If a legitimate image could trigger such a detection system, experts like Dotan say, there’s no reason why deepfakes generated by a system like Stable Diffusion couldn’t — and at scale.

“The AI ​​systems that people create, even when they have the best intentions, can be used in harmful ways that they don’t expect and can’t prevent,” Dotan said. “I think developers and researchers often underestimated this point.”

Of course, the technology to create deepfakes has been around for a while, AI-powered or otherwise. A 2020 report by deepfake detection company Sensity found that hundreds of explicit deepfake videos featuring female celebrities were uploaded to the world’s largest pornography sites every month; the report estimated the total number of deepfakes online at around 49,000, of which over 95% were pornographic. Actresses including Emma Watson, Natalie Portman, Billie Eilish and Taylor Swift have been targets of deepfakes since AI-powered face-swapping tools entered the mainstream several years ago, and some, including Kristen Bell, have spoken out against what they see as sexual exploitation .

But Stable Diffusion represents a newer generation of systems that can create incredibly – if not perfectly – convincing fake images with minimal user effort. It’s also easy to install, requiring no more than a few installation files and a graphics card that costs several hundred dollars on the high end. Work is underway on even more efficient versions of the system that can run on an M1 MacBook.

Stable diffusion

A Kylie Kardashian deepfake posted to 4chan.
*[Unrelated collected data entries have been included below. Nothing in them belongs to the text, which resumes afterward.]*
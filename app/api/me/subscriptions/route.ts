// GET  /api/me/subscriptions: the caller's notice subscriptions.
// POST /api/me/subscriptions: subscribe to a park (or change it); a new address gets a confirmation link.
import { readJson } from "@/lib/server/api/body";
import { handler } from "@/lib/server/api/handler";
import { listSubscriptions, saveSubscription } from "@/lib/notices/subscriptions";

export const dynamic = "force-dynamic";

export const GET = handler(async ({ actor }) => Response.json({ subscriptions: await listSubscriptions(actor) }));

export const POST = handler(async ({ request, actor }) => {
  const saved = await saveSubscription(actor, await readJson(request, 20_000));
  return Response.json(saved, { status: saved.created ? 201 : 200 });
});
Sebastian Berns, Ph.D. researcher in the AI ​​group at Queen Mary University of London, believes the automation and the possibility to scale up customized image generation are the big differences with systems like Stable Diffusion — and the main problems. “Most harmful images can already be produced by conventional methods, but are manual and require a lot of effort,” he said. “A model that can produce near-photorealistic footage can give way to personal extortion attacks on individuals.”

Berns fears that personal images scraped from social media could be used to condition Stable Diffusion or such a model to generate targeted pornographic images or images depicting illegal acts. There is certainly precedent. After reporting on the rape of an eight-year-old Kashmiri girl in 2018, Indian investigative journalist Rana Ayyub became the target of Indian nationalist trolls, some of whom created deep-fake porn with her face on another person’s body. The deep falsification was shared by the leader of the nationalist political party BJP, and the harassment Ayyub received as a result became so bad that the United Nations had to intervene.

“Stable diffusion offers enough customization to send out automated threats against individuals to either pay or risk having false but potentially harmful footage published,” Berns continued. “We’re already seeing people being pushed out after their webcam became remote. That infiltration step may not be necessary anymore.”

With Stable Diffusion out in the wild and already being used to generate pornography – some without consent – ​​image hosts may be required to take action. TechCrunch reached out to one of the major adult content platforms, OnlyFans, but did not hear back by the time of publication. A spokesperson for Patreon, which also allows adult content, noted that the company has a policy against deep fakes and does not allow images that “reuse celebrities and put non-adult content into an adult context.”

If history is any indication, however, enforcement is likely to be spotty — in part because few laws specifically protect against deepfaking when it comes to pornography. And while the threat of legal action drags down some sites dedicated to offensive AI-generated content, there’s nothing stopping new ones from popping up.

In other words, says Gupta, it’s a brave new world.

“Creative and malicious users can abuse the features [of Stable Diffusion] to generate subjectively offensive content at scale, using minimal resources to run inferences – which is cheaper than training the entire model – and then publish them on places like Reddit and 4chan to drive traffic and hack attention,” Gupta said . “There is a lot at stake when such capabilities are released ‘into the wild’ where controls such as API rate limits, security controls on what kind of output is returned from the system are no longer applicable.”